AMOUNT_COLUMN = "amount"
target_window = timedelta(days=TARGET_WINDOW_DAYS)
if target_function.has_incomplete_training_window(ctx, target_window):
return None
future = future.interval_from(ctx[target_function.SPLIT_TIMESTAMP], target_window)
dining_transactions = future[TRANSACTION_DATA_SOURCE].filter(
by="merchant_category",
condition=lambda x: x == "dining",
)
total_spend = dining_transactions.sum(column=AMOUNT_COLUMN)
return np.array([total_spend], dtype=np.float32)
Exclude inactive cardholders
Skip customers with no historical spend — they may be dormant:
def credit_spend_active_only_target_fn(
history: target_function.Events,
future: target_function.Events,
attributes: target_function.Attributes,
ctx: Dict,
) -> np.ndarray | None:
# === Configuration ===
TARGET_WINDOW_DAYS = 30
TRANSACTION_DATA_SOURCE = "card_transactions"
AMOUNT_COLUMN = "amount"
# Exclude customers with no historical spend
if history[TRANSACTION_DATA_SOURCE].filter(
by=AMOUNT_COLUMN, condition=lambda x: x < 0
).count() == 0:
return None
target_window = timedelta(days=TARGET_WINDOW_DAYS)
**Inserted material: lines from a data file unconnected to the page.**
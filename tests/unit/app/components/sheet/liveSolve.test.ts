import { readFileSync } from "node:fs";
import { describe, expect, it } from "vitest";
import { solveNetwork } from "#solver/index.ts";
import { validateNetwork, type Network } from "#solver/schema.ts";
import { solveForSheet } from "#app/components/sheet/liveSolve.ts";
import { placePart } from "#app/components/sheet/sheetEdits.ts";

function demo(): Network {
  const parsed = validateNetwork(JSON.parse(readFileSync("tests/fixtures/tarn-head-calder-flats.json", "utf8")));
  if (!parsed.ok) throw new Error("demo network does not validate");
  return parsed.network;
}

describe("solving for the sheet", () => {
  it("draws the shared solver's numbers, not a copy of its own", () => {
    const state = solveForSheet(demo());
    expect(state.kind).toBe("solved");
    if (state.kind !== "solved") return;
    const direct = solveNetwork(demo());
    if (!direct.ok) throw new Error("solver refused the demo");
    for (const bus of direct.result.loadFlow.buses) expect(state.readings.buses.get(bus.id)).toEqual(bus);
    expect(state.readings.branches.size).toBe(5);
    expect(state.readings.faults.size).toBe(6);
    expect(state.readings.elapsedMs).toBeGreaterThanOrEqual(0);
  });

  it("solves the complete part of a drawing with a loose load, marks the load and says why", () => {
    const placed = placePart({ document: demo(), layout: {} }, "load", { x: 0, y: 0 });
    const state = solveForSheet(placed.document);
    expect(state.kind).toBe("solved");
    if (state.kind !== "solved") return;
    expect([...state.readings.leftOut]).toEqual([placed.id]);
    expect(state.readings.problems[0].message).toMatch(/connect its terminal to a busbar/);
    // The rest reads as the complete demo does: the same solver on the document without the load.
    const complete = solveForSheet(demo());
    if (complete.kind !== "solved") throw new Error("the demo solves");
    expect(state.readings.buses.get("b-town")!.vPu).toBeCloseTo(complete.readings.buses.get("b-town")!.vPu, 12);
  });

  it("has nothing to solve when no busbar has a source", () => {
    const bare = placePart({ document: { ...demo(), sources: [] }, layout: {} }, "load", { x: 0, y: 0 });
    expect(solveForSheet(bare.document).kind).toBe("invalid");
  });

  it("keeps no bus numbers when the load flow does not converge", () => {
    const doc = demo();
    const heavy = { ...doc, loads: doc.loads.map((l) => ({ ...l, pMW: l.pMW * 40, qMvar: l.qMvar * 40 })) };
    const state = solveForSheet(heavy);
    expect(state.kind).toBe("solved");
    if (state.kind !== "solved") return;
    expect(state.readings.result.loadFlow.converged).toBe(false);
    expect(state.readings.result.loadFlow.message).toBeTruthy();
    expect(state.readings.buses.size).toBe(0);
    expect(state.readings.branches.size).toBe(0);
  });
});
if target_function.has_incomplete_training_window(ctx, target_window):
return None
future = future.interval_from(ctx[target_function.SPLIT_TIMESTAMP], target_window)
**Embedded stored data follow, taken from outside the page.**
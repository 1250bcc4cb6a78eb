// The sheet page's document: a small one inside the page as stored; a large one left out of the
// page and fetched from /networks/:id/document, as the very text the database holds.
import { describe, expect, it } from "vitest";
import { getDb } from "#app/lib/db.server.ts";
import { createNetwork } from "#app/lib/networks.server.ts";
import { loader as documentLoader } from "#app/routes/networks/document.ts";
import { loader as sheetLoader } from "#app/routes/networks/network.tsx";
import { readRevisionText } from "#db/networks.ts";
import { syntheticFeeder } from "../../../../bench/syntheticFeeder.ts";
import { call, getRequest } from "../harness.ts";
import { makeTeam } from "../teamFixtures.ts";

describe("the sheet's document", () => {
  it("is in the page as stored while small, and fetched from its own address, as stored and kept by version, when large", async () => {
    const team = await makeTeam("Sheet document");
    const db = await getDb();
    const small = await createNetwork(db, { teamId: team.teamId, document: syntheticFeeder(20), authorId: team.userIds.owner });
    const large = await createNetwork(db, { teamId: team.teamId, document: syntheticFeeder(2_000), authorId: team.userIds.owner });
    if (!small.ok || !large.ok) throw new Error("feeders validate");

    const smallPage = await call(sheetLoader, getRequest(`/networks/${small.network.id}`, team.cookies.viewer), { networkId: String(small.network.id) });
    expect(smallPage.body.documentText).toBe((await readRevisionText(db, small.network.id, 1))!.text);
    expect(smallPage.body.documentUrl).toBeNull();

    const params = { networkId: String(large.network.id) };
    const largePage = await call(sheetLoader, getRequest(`/networks/${large.network.id}`, team.cookies.viewer), params);
    expect(largePage.body.documentText).toBeNull();
    expect(largePage.body.documentUrl).toMatch(new RegExp(`^/networks/${large.network.id}/document\\?v=1-`));
    const fetched = await call(documentLoader, getRequest(largePage.body.documentUrl, team.cookies.viewer), params);
    expect(fetched.status).toBe(200);
    expect(fetched.body).toEqual(large.document);
    expect(fetched.headers.get("Cache-Control")).toMatch(/immutable/);
    const stale = await call(documentLoader, getRequest(`/networks/${large.network.id}/document?v=0-old`, team.cookies.viewer), params);
    expect(stale.headers.get("Cache-Control")).toBe("private, no-store");

    const outsider = await call(documentLoader, getRequest(largePage.body.documentUrl, team.cookies.outsider), params);
    expect(outsider.status).toBe(404);
  }, 60_000);
});
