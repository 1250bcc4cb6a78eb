// The sheet's case picker: one operating case's readings equal a plain solve of the network with
// that case applied by hand (the reference the study issue sets), and the envelope's extremes are
// the lowest and highest of those plain solves, each with its case.
import { readFileSync } from "node:fs";
import { describe, expect, it } from "vitest";
import { solveNetwork } from "#solver/index.ts";
import { validateNetwork, type Network } from "#solver/schema.ts";
import { availableView, caseChoices } from "#app/components/sheet/caseView.ts";
import { solveInView } from "#app/components/sheet/caseSolve.ts";
import { solveForSheet as solveForSheetAsDrawn } from "#app/components/sheet/liveSolve.ts";
import type { CaseView } from "#app/components/sheet/caseView.ts";

const solveForSheet = (document: Network, view: CaseView) => solveForSheetAsDrawn(document, view, solveInView);

function demo(): Network {
  const parsed = validateNetwork(JSON.parse(readFileSync("tests/fixtures/tarn-head-calder-flats.json", "utf8")));
  if (!parsed.ok) throw new Error("demo network does not validate");
  return parsed.network;
}

/** The demo with a case applied by hand: the plain network a planner would draw for it. */
function byHand(change: (network: Network) => Network) {
  const { cases: _cases, growth: _growth, ...plain } = demo();
  const solved = solveNetwork(change(plain as Network));
  if (!solved.ok) throw new Error("the hand-made case does not solve");
  return solved.result;
}

const summerLightByHand = () =>
  byHand((n) => ({
    ...n,
    loads: n.loads.map((l) => ({ ...l, pMW: l.pMW * 0.5, qMvar: l.qMvar * 0.5 })),
    sources: n.sources.map((s) => (s.id === "g-tarn" ? { ...s, voltagePu: 0.97 } : s)),
  }));

const townOutByHand = () =>
  byHand((n) => ({
    ...n,
    lines: n.lines.filter((l) => l.id !== "l-town"),
    buses: n.buses.filter((b) => b.id !== "b-town"),
    loads: n.loads.filter((l) => l.bus !== "b-town"),
    sources: n.sources.map((s) => (s.id === "g-tarn" ? { ...s, voltagePu: 1.0 } : s)),
  }));

describe("the case picker", () => {
  it("offers as drawn, each case and the envelope, and nothing for a network without cases", () => {
    expect(caseChoices(demo()).map((c) => c.label)).toEqual([
      "As drawn",
      "Winter peak",
      "Summer light load, capacitor in",
      "Town feeder out, mine at peak",
      "Envelope of all cases",
    ]);
    expect(caseChoices({ ...demo(), cases: undefined })).toEqual([]);
    expect(caseChoices({ ...demo(), cases: [] })).toEqual([]);
  });

  it("falls back to as drawn for a case the network no longer has", () => {
    expect(availableView(demo(), { kind: "case", id: "gone" })).toEqual({ kind: "as-drawn" });
    expect(availableView({ cases: undefined }, { kind: "envelope" })).toEqual({ kind: "as-drawn" });
    const state = solveForSheet(demo(), { kind: "case", id: "gone" });
    expect(state.kind === "solved" && state.readings.shownCase).toBeUndefined();
    expect(state.kind).toBe("solved");
  });

  it("reads one case exactly as a plain solve of the network with the case applied by hand", () => {
    const state = solveForSheet(demo(), { kind: "case", id: "summer-light" });
    if (state.kind !== "solved") throw new Error(`expected readings, got ${state.kind}`);
    expect(state.readings.shownCase).toMatchObject({ id: "summer-light", name: "Summer light load, capacitor in", lostLoadMW: 0 });
    expect(state.readings.shownCase?.outOfService.size).toBe(0);
    const reference = summerLightByHand();
    for (const bus of reference.loadFlow.buses) expect(state.readings.buses.get(bus.id)).toEqual(bus);
    for (const branch of reference.loadFlow.branches) expect(state.readings.branches.get(branch.id)).toEqual(branch);
    expect(state.readings.result.checks).toEqual(reference.checks);
    expect(state.readings.faults.size).toBe(6);
  });

  it("marks what a case takes out, with the buses it leaves without supply, and reads the rest as drawn by hand", () => {
    const state = solveForSheet(demo(), { kind: "case", id: "town-feeder-out" });
    if (state.kind !== "solved") throw new Error(`expected readings, got ${state.kind}`);
    expect([...state.readings.shownCase!.outOfService].sort()).toEqual(["b-town", "l-town", "ld-town"].sort());
    expect(state.readings.shownCase!.lostLoadMW).toBeCloseTo(7, 9);
    const reference = townOutByHand();
    expect([...state.readings.buses.keys()].sort()).toEqual(reference.loadFlow.buses.map((b) => b.id).sort());
    for (const bus of reference.loadFlow.buses) expect(state.readings.buses.get(bus.id)).toEqual(bus);
  });

  it("gives the envelope: each bus's lowest and highest voltage and each branch's highest loading over the plain solves, with the case", () => {
    const state = solveForSheet(demo(), { kind: "envelope" });
    if (state.kind !== "envelope") throw new Error(`expected the envelope, got ${state.kind}`);
    const peak = byHand((n) => n);
    const solves = [
      { name: "Winter peak", result: peak },
      { name: "Summer light load, capacitor in", result: summerLightByHand() },
      { name: "Town feeder out, mine at peak", result: townOutByHand() },
    ];
    for (const bus of demo().buses) {
      const seen = solves.flatMap((s) => s.result.loadFlow.buses.filter((b) => b.id === bus.id).map((b) => ({ v: b.vPu, name: s.name })));
      const lowest = seen.reduce((a, b) => (b.v < a.v ? b : a));
      const highest = seen.reduce((a, b) => (b.v > a.v ? b : a));
      const row = state.envelope.buses.get(bus.id)!;
      expect([row.vMinPu, row.vMinCase.name, row.vMaxPu, row.vMaxCase.name]).toEqual([lowest.v, lowest.name, highest.v, highest.name]);
    }
    const transformer = state.envelope.branches.get("t-calder")!;
    const loadings = solves.map((s) => s.result.loadFlow.branches.find((b) => b.id === "t-calder")!.loadingPct!);
    expect(transformer.maxLoadingPct).toBe(Math.max(...loadings));
    expect(state.envelope.study.cases.map((c) => c.id)).toEqual(["winter-peak", "summer-light", "town-feeder-out"]);
  });
});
spend_transactions = future[TRANSACTION_DATA_SOURCE].filter(
by=AMOUNT_COLUMN,
condition=lambda x: x < 0,
)
total_spend = spend_transactions.sum(column=AMOUNT_COLUMN)
return np.array([total_spend], dtype=np.float32)
Recommended Metrics
| Metric | Why it matters |
|---|---|
| MAE | Average prediction error in the same units as spend — easy to interpret. |
| RMSE | Penalizes large errors more than MAE — useful when outlier accuracy matters. |
| R² Score | How much variance the model explains. Values above 0.5 indicate meaningful predictive power. |
Production Tips
-
Normalize spend by time active. Customers who received their card mid-month will naturally have lower spend. Normalize by the number of active days in the window.
-
Use predictions for credit limit reviews. Customers predicted to spend significantly more than their limit may benefit from a proactive limit increase.
-
Segment by card type. Business cards, premium cards, and basic cards have different spending patterns. Consider training separate models or adding card type as a feature.
-
Watch for seasonality. Holiday spending spikes and summer dips are predictable but real. Retrain monthly to capture seasonal patterns.